Records for the exercise:
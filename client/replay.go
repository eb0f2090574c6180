package client

import (
	"context"
	"fmt"
	"math"
	"time"

	pb "tautline/proto/tautline/v1"
)

// ReplaySettings configures Replay. The zero value replays at the
// recorded timing under the cue name "<recorded>-replay".
type ReplaySettings struct {
	// Fast sends each observation as soon as the previous command came
	// back instead of at the recorded times.
	Fast bool
	// CueName to load the embedded cue under; "" means the recorded cue
	// name with "-replay" appended.
	CueName string
}

// ReplayResult compares the daemon's commands in a dry-run with the
// recorded ones.
type ReplayResult struct {
	Ticks int // observations sent
	// Compared counts ticks with both a recorded and a replayed command.
	Compared int
	// MaxDiff and RMSDiff are, per joint, the largest and the root mean
	// square difference between replayed and recorded next targets (rad,
	// or m for prismatic joints).
	MaxDiff, RMSDiff []float64
	// StateMismatches counts ticks whose replayed state differs from the
	// recorded one.
	StateMismatches int
	// RecordedBoundTicks and ReplayedBoundTicks count ticks on which the
	// guard acted.
	RecordedBoundTicks, ReplayedBoundTicks int
	// RoundTripS is each replayed tick's round trip; RecordedLatencyS the
	// recorded observation-to-command times.
	RoundTripS, RecordedLatencyS []float64
	// Checker is the independent limit check of the replayed commands.
	Checker *LimitChecker
	// Started says whether the cue was started where the recording
	// started it.
	Started bool
}

// MaxAbsDiff is the largest of MaxDiff.
func (r *ReplayResult) MaxAbsDiff() float64 {
	m := 0.0
	for _, d := range r.MaxDiff {
		m = math.Max(m, d)
	}
	return m
}

// Replay streams run's observations to the daemon behind c and compares
// its commands with the recorded ones. It loads and arms the embedded cue
// and calls Start just before the observation that was first answered live
// in the recording, as the recording's controller did. The daemon must
// serve the capture's cell, be otherwise idle, and (for identical commands)
// be the same build with a fresh session: the core is deterministic, so
// commands then agree to the last bit unless the daemon's time budget cut
// the planner's iterations differently.
func Replay(ctx context.Context, c *Client, run *CaptureRun, s ReplaySettings) (*ReplayResult, error) {
	cell := run.Cell
	name := s.CueName
	if name == "" {
		name = run.Start.GetCueName() + "-replay"
	}
	if _, err := c.LoadCue(ctx, CueFile{CellName: cell.Name, CueName: name, CSV: run.Embedded.CueCSV, FileName: run.Embedded.CueName}); err != nil {
		return nil, err
	}
	if _, err := c.ArmCue(ctx, cell.Name, name); err != nil {
		return nil, err
	}
	nq := cell.NumJoints()
	res := &ReplayResult{MaxDiff: make([]float64, nq), RMSDiff: make([]float64, nq), Checker: NewLimitChecker(cell.JointLimits(), cell.TickS)}
	dctx, cancel := context.WithCancel(ctx)
	defer cancel()
	drive, err := c.Drive(dctx)
	if err != nil {
		return nil, err
	}
	var lastState pb.SessionState
	wall0 := time.Now()
	var t0Ns int64
	for i, tk := range run.Ticks {
		if i == 0 {
			t0Ns = tk.ObsNs
			if q := tk.Obs.GetMeasuredJointPositions(); len(q) == nq {
				res.Checker.Seed(q)
			}
		}
		if i == run.LiveFrom {
			if _, err := c.Start(ctx, cell.Name); err != nil {
				return res, fmt.Errorf("Start before tick %d, where the recording started the cue: %w", tk.Obs.GetTickSeq(), err)
			}
			res.Started = true
		}
		if !s.Fast {
			if d := time.Until(wall0.Add(time.Duration(tk.ObsNs - t0Ns))); d > 0 {
				time.Sleep(d)
			}
		}
		obs := tk.Obs
		if i == 0 && obs.GetCellName() == "" {
			obs = cloneObs(obs)
			obs.CellName = cell.Name
		}
		sent := time.Now()
		cmd, err := drive.Tick(obs)
		if err != nil {
			return res, fmt.Errorf("tick %d: %w", obs.GetTickSeq(), err)
		}
		res.RoundTripS = append(res.RoundTripS, time.Since(sent).Seconds())
		res.Ticks++
		lastState = cmd.GetState()
		next := cmd.GetNext().GetPositions()
		if len(next) == nq {
			res.Checker.Check(cmd.GetTickSeq(), next)
		}
		if len(cmd.GetBoundsActed()) > 0 {
			res.ReplayedBoundTicks++
		}
		if tk.Cmd == nil {
			continue
		}
		res.RecordedLatencyS = append(res.RecordedLatencyS, float64(tk.CmdNs-tk.ObsNs)*1e-9)
		if len(tk.Cmd.GetBoundsActed()) > 0 {
			res.RecordedBoundTicks++
		}
		if tk.Cmd.GetState() != cmd.GetState() {
			res.StateMismatches++
		}
		was := tk.Cmd.GetNext().GetPositions()
		if len(was) != nq || len(next) != nq {
			continue
		}
		res.Compared++
		for j := range next {
			d := math.Abs(next[j] - was[j])
			if math.IsNaN(d) {
				d = math.Inf(1)
			}
			res.MaxDiff[j] = math.Max(res.MaxDiff[j], d)
			res.RMSDiff[j] += d * d
		}
	}
	for j := range res.RMSDiff {
		if res.Compared > 0 {
			res.RMSDiff[j] = math.Sqrt(res.RMSDiff[j] / float64(res.Compared))
		}
	}
	if lastState == pb.SessionState_SESSION_STATE_LIVE || lastState == pb.SessionState_SESSION_STATE_COAST {
		if _, err := c.Stop(ctx, cell.Name, "replay ended"); err != nil {
			return res, err
		}
	}
	if err := drive.CloseSend(); err != nil {
		return res, err
	}
	return res, nil
}

func cloneObs(o *pb.Observation) *pb.Observation {
	return &pb.Observation{
		CellName: o.GetCellName(), TickSeq: o.GetTickSeq(), CueTimeS: o.GetCueTimeS(), CaptureTimeS: o.GetCaptureTimeS(),
		MeasuredJointPositions: o.GetMeasuredJointPositions(), Markers: o.GetMarkers(),
	}
}
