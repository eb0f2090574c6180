package client

import (
	"math"
	"testing"

	"tautline/sim"
)

// Two invented joints: one revolute with limits, one continuous (infinite
// position limits).
var testLimits = []sim.JointLimit{
	{Name: "a.j1", Lower: -1, Upper: 2, MaxVelocity: 1.5, MaxAccel: 4},
	{Name: "a.j2", Lower: math.Inf(-1), Upper: math.Inf(1), MaxVelocity: 3, MaxAccel: 10},
}

const testTickS = 0.01

func TestLimitCheckerAcceptsMotionOnTheBounds(t *testing.T) {
	c := NewLimitChecker(testLimits, testTickS)
	c.Seed([]float64{0, 0})
	// Accelerate at exactly a_max until v_max, cruise, then sit on the
	// upper position limit: every bound is met with equality somewhere.
	q := []float64{0, 0}
	v, v1 := 0.0, 0.0
	for k := uint64(1); k < 400; k++ {
		nv := math.Min(v+4*testTickS, 1.5)
		if q[0]+nv*testTickS > 2 {
			break
		}
		v = nv
		q[0] += v * testTickS
		// The continuous joint does the same at its own a_max and v_max.
		v1 = math.Min(v1+10*testTickS, 3)
		q[1] += v1 * testTickS
		if n := c.Check(k, q); n != 0 {
			t.Fatalf("tick %d: %d violations for a motion within bounds: %v", k, n, c.First())
		}
	}
	if v != 1.5 {
		t.Fatalf("test motion never reached v_max (v=%v); the check of the velocity bound's edge did not run", v)
	}
}

// Each kind of violation, made by hand, is caught and named.
func TestLimitCheckerCatchesEachKind(t *testing.T) {
	cases := []struct {
		name  string
		q     []float64 // the target after resting at 0.5, 0
		kind  LimitKind
		joint int
	}{
		{"above upper", []float64{2.0 + 1e-6, 0}, LimitPosition, 0},
		{"below lower", []float64{-1.0 - 1e-6, 0}, LimitPosition, 0},
		{"NaN", []float64{0.5, math.NaN()}, LimitNotFinite, 1},
		{"+Inf", []float64{math.Inf(1), 0}, LimitNotFinite, 0},
	}
	for _, tc := range cases {
		c := NewLimitChecker(testLimits, testTickS)
		c.Seed([]float64{tc.q[0], tc.q[1]})
		// Seed at the target itself so only the position (or finiteness)
		// check can fire.
		if math.IsNaN(tc.q[1]) || math.IsInf(tc.q[0], 0) {
			c.Seed([]float64{0.5, 0})
		}
		c.Check(1, tc.q)
		if c.Count(tc.kind) != 1 || c.First()[0].Joint != tc.joint {
			t.Errorf("%s: counts %v, first %v; want one %s violation on joint %d", tc.name, c.counts, c.First(), tc.kind, tc.joint)
		}
	}

	// Velocity: a step of 1.6 rad/s · h from rest also breaks the
	// acceleration limit (160 rad/s² > 4), so check the velocity alone by
	// building up to 1.5 rad/s first, then stepping at 1.52 rad/s (an
	// acceleration of 2 rad/s², within a_max).
	c := NewLimitChecker(testLimits, testTickS)
	c.Seed([]float64{0, 0})
	q := []float64{0, 0}
	v := 0.0
	k := uint64(0)
	for v < 1.5 {
		v = math.Min(v+4*testTickS, 1.5)
		q[0] += v * testTickS
		k++
		c.Check(k, q)
	}
	if c.Violations() != 0 {
		t.Fatalf("ramp to v_max reported %v", c.First())
	}
	q[0] += 1.52 * testTickS
	k++
	if n := c.Check(k, q); n != 1 || c.Count(LimitVelocity) != 1 {
		t.Errorf("step at 1.52 rad/s (limit 1.5): %d violations %v, want one velocity", n, c.First())
	}
	if got := c.First()[0].Value; math.Abs(got-1.52) > 1e-9 {
		t.Errorf("velocity reported %v, want 1.52", got)
	}

	// Acceleration: from rest, a step of 0.5·a·h² with a = 4.4 rad/s²
	// (10% over) keeps the velocity small (0.044 rad/s).
	c = NewLimitChecker(testLimits, testTickS)
	c.Seed([]float64{0, 0})
	step := 4.4 * testTickS * testTickS
	if n := c.Check(1, []float64{step, 0}); n != 1 || c.Count(LimitAcceleration) != 1 {
		t.Errorf("acceleration 4.4 rad/s² (limit 4): %d violations %v, want one acceleration", n, c.First())
	}
	// Just inside: 3.99 rad/s² passes.
	c = NewLimitChecker(testLimits, testTickS)
	c.Seed([]float64{0, 0})
	if n := c.Check(1, []float64{3.99 * testTickS * testTickS, 0}); n != 0 {
		t.Errorf("acceleration 3.99 rad/s² (limit 4) reported %v", c.First())
	}
	// The continuous joint's acceleration is checked too.
	c = NewLimitChecker(testLimits, testTickS)
	c.Seed([]float64{0, 100})
	if n := c.Check(1, []float64{0, 100 + 11*testTickS*testTickS}); n != 1 || c.First()[0].Joint != 1 {
		t.Errorf("continuous joint at 11 rad/s² (limit 10): %v", c.First())
	}
}

func TestLimitCheckerWithoutSeedChecksPositionsFirst(t *testing.T) {
	c := NewLimitChecker(testLimits, testTickS)
	// A first target far from anything: no history, so no velocity.
	if n := c.Check(1, []float64{1.9, 50}); n != 0 {
		t.Errorf("first unseeded target reported %v", c.First())
	}
	// Second: velocity is known, acceleration not yet.
	if n := c.Check(2, []float64{1.9, 50}); n != 0 {
		t.Errorf("repeated target reported %v", c.First())
	}
	if n := c.Check(3, []float64{1.9 - 0.5, 50}); c.Count(LimitVelocity) != 1 || c.Count(LimitAcceleration) != 1 || n != 2 {
		t.Errorf("a jump of 0.5 rad in one tick: %v, want a velocity and an acceleration violation", c.First())
	}
	if c.Ticks() != 3 {
		t.Errorf("Ticks %d, want 3", c.Ticks())
	}
}
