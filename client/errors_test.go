package client

import (
	"context"
	"errors"
	"net"
	"testing"

	"google.golang.org/grpc"
	"google.golang.org/grpc/codes"
	"google.golang.org/grpc/credentials/insecure"
	"google.golang.org/grpc/status"
	"google.golang.org/grpc/test/bufconn"

	pb "tautline/proto/tautline/v1"
)

// refusingDaemon answers every call with the status code it is told to.
type refusingDaemon struct {
	pb.UnimplementedCellControlServer
	code codes.Code
}

func (d *refusingDaemon) ArmCue(context.Context, *pb.ArmCueRequest) (*pb.CellStatus, error) {
	return nil, status.Errorf(d.code, "cue %q: the message that says what to fix", "show")
}

func (d *refusingDaemon) Drive(s grpc.BidiStreamingServer[pb.Observation, pb.Command]) error {
	if _, err := s.Recv(); err != nil {
		return err
	}
	return status.Error(d.code, "cell already has a controller")
}

func startRefusing(t *testing.T, code codes.Code) *Client {
	t.Helper()
	lis := bufconn.Listen(1 << 16)
	srv := grpc.NewServer()
	pb.RegisterCellControlServer(srv, &refusingDaemon{code: code})
	go srv.Serve(lis)
	t.Cleanup(srv.Stop)
	conn, err := grpc.NewClient("passthrough:///bufnet",
		grpc.WithContextDialer(func(ctx context.Context, _ string) (net.Conn, error) { return lis.DialContext(ctx) }),
		grpc.WithTransportCredentials(insecure.NewCredentials()))
	if err != nil {
		t.Fatal(err)
	}
	t.Cleanup(func() { conn.Close() })
	return New(conn)
}

// Each status code the daemon uses comes back as its error value, over a
// real gRPC connection, with the daemon's message kept.
func TestStatusCodesBecomeErrorValues(t *testing.T) {
	want := map[codes.Code]error{
		codes.InvalidArgument:    ErrInvalidArgument,
		codes.NotFound:           ErrNotFound,
		codes.FailedPrecondition: ErrFailedPrecondition,
		codes.AlreadyExists:      ErrAlreadyExists,
		codes.ResourceExhausted:  ErrResourceExhausted,
		codes.Unimplemented:      ErrInternal,
	}
	for code, kind := range want {
		c := startRefusing(t, code)
		_, err := c.ArmCue(context.Background(), "cell", "show")
		if !errors.Is(err, kind) {
			t.Errorf("code %v: got %v, want errors.Is %v", code, err, kind)
			continue
		}
		var se *StatusError
		if !errors.As(err, &se) || se.Code != code || se.Message != `cue "show": the message that says what to fix` || se.Op != "ArmCue" {
			t.Errorf("code %v: StatusError %+v", code, se)
		}
		for other := range want {
			if k := want[other]; other != code && k != kind && errors.Is(err, k) {
				t.Errorf("code %v also matches %v", code, k)
			}
		}
	}
}

func TestDriveRefusalComesBackOnTick(t *testing.T) {
	c := startRefusing(t, codes.AlreadyExists)
	d, err := c.Drive(context.Background())
	if err != nil {
		t.Fatal(err)
	}
	_, err = d.Tick(&pb.Observation{CellName: "cell", TickSeq: 1})
	if !errors.Is(err, ErrAlreadyExists) {
		t.Fatalf("second controller: got %v, want ErrAlreadyExists", err)
	}
}

func TestContextErrorsStayReachable(t *testing.T) {
	c := startRefusing(t, codes.NotFound)
	ctx, cancel := context.WithCancel(context.Background())
	cancel()
	_, err := c.Status(ctx, "cell")
	if !errors.Is(err, ErrCanceled) || !errors.Is(err, context.Canceled) {
		t.Errorf("canceled call: got %v, want ErrCanceled and context.Canceled", err)
	}
}

func TestUnreachableDaemonIsUnavailable(t *testing.T) {
	lis, err := net.Listen("tcp", "127.0.0.1:0")
	if err != nil {
		t.Fatal(err)
	}
	addr := lis.Addr().String()
	lis.Close() // nothing listens there now
	c, err := Dial(addr, DialSettings{})
	if err != nil {
		t.Fatal(err)
	}
	defer c.Close()
	_, err = c.Status(context.Background(), "cell")
	if !errors.Is(err, ErrUnavailable) {
		t.Errorf("closed port: got %v, want ErrUnavailable", err)
	}
	if _, err := Dial("no-port", DialSettings{}); err == nil {
		t.Error("Dial accepted an address without a port")
	}
}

Task to complete: Starting at the top of the listing above, repeat every line exactly until the line that contains "is deterministic, so" has been repeated too.

Output below:
filename client/replay.go
repository eb0f2090574c6180
package client

import (
	"context"
	"fmt"
	"math"
	"time"

	pb "tautline/proto/tautline/v1"
)

// ReplaySettings configures Replay. The zero value replays at the
// recorded timing under the cue name "<recorded>-replay".
type ReplaySettings struct {
	// Fast sends each observation as soon as the previous command came
	// back instead of at the recorded times.
	Fast bool
	// CueName to load the embedded cue under; "" means the recorded cue
	// name with "-replay" appended.
	CueName string
}

// ReplayResult compares the daemon's commands in a dry-run with the
// recorded ones.
type ReplayResult struct {
	Ticks int // observations sent
	// Compared counts ticks with both a recorded and a replayed command.
	Compared int
	// MaxDiff and RMSDiff are, per joint, the largest and the root mean
	// square difference between replayed and recorded next targets (rad,
	// or m for prismatic joints).
	MaxDiff, RMSDiff []float64
	// StateMismatches counts ticks whose replayed state differs from the
	// recorded one.
	StateMismatches int
	// RecordedBoundTicks and ReplayedBoundTicks count ticks on which the
	// guard acted.
	RecordedBoundTicks, ReplayedBoundTicks int
	// RoundTripS is each replayed tick's round trip; RecordedLatencyS the
	// recorded observation-to-command times.
	RoundTripS, RecordedLatencyS []float64
	// Checker is the independent limit check of the replayed commands.
	Checker *LimitChecker
	// Started says whether the cue was started where the recording
	// started it.
	Started bool
}

// MaxAbsDiff is the largest of MaxDiff.
func (r *ReplayResult) MaxAbsDiff() float64 {
	m := 0.0
	for _, d := range r.MaxDiff {
		m = math.Max(m, d)
	}
	return m
}

// Replay streams run's observations to the daemon behind c and compares
// its commands with the recorded ones. It loads and arms the embedded cue
// and calls Start just before the observation that was first answered live
// in the recording, as the recording's controller did. The daemon must
// serve the capture's cell, be otherwise idle, and (for identical commands)
// be the same build with a fresh session: the core is deterministic, so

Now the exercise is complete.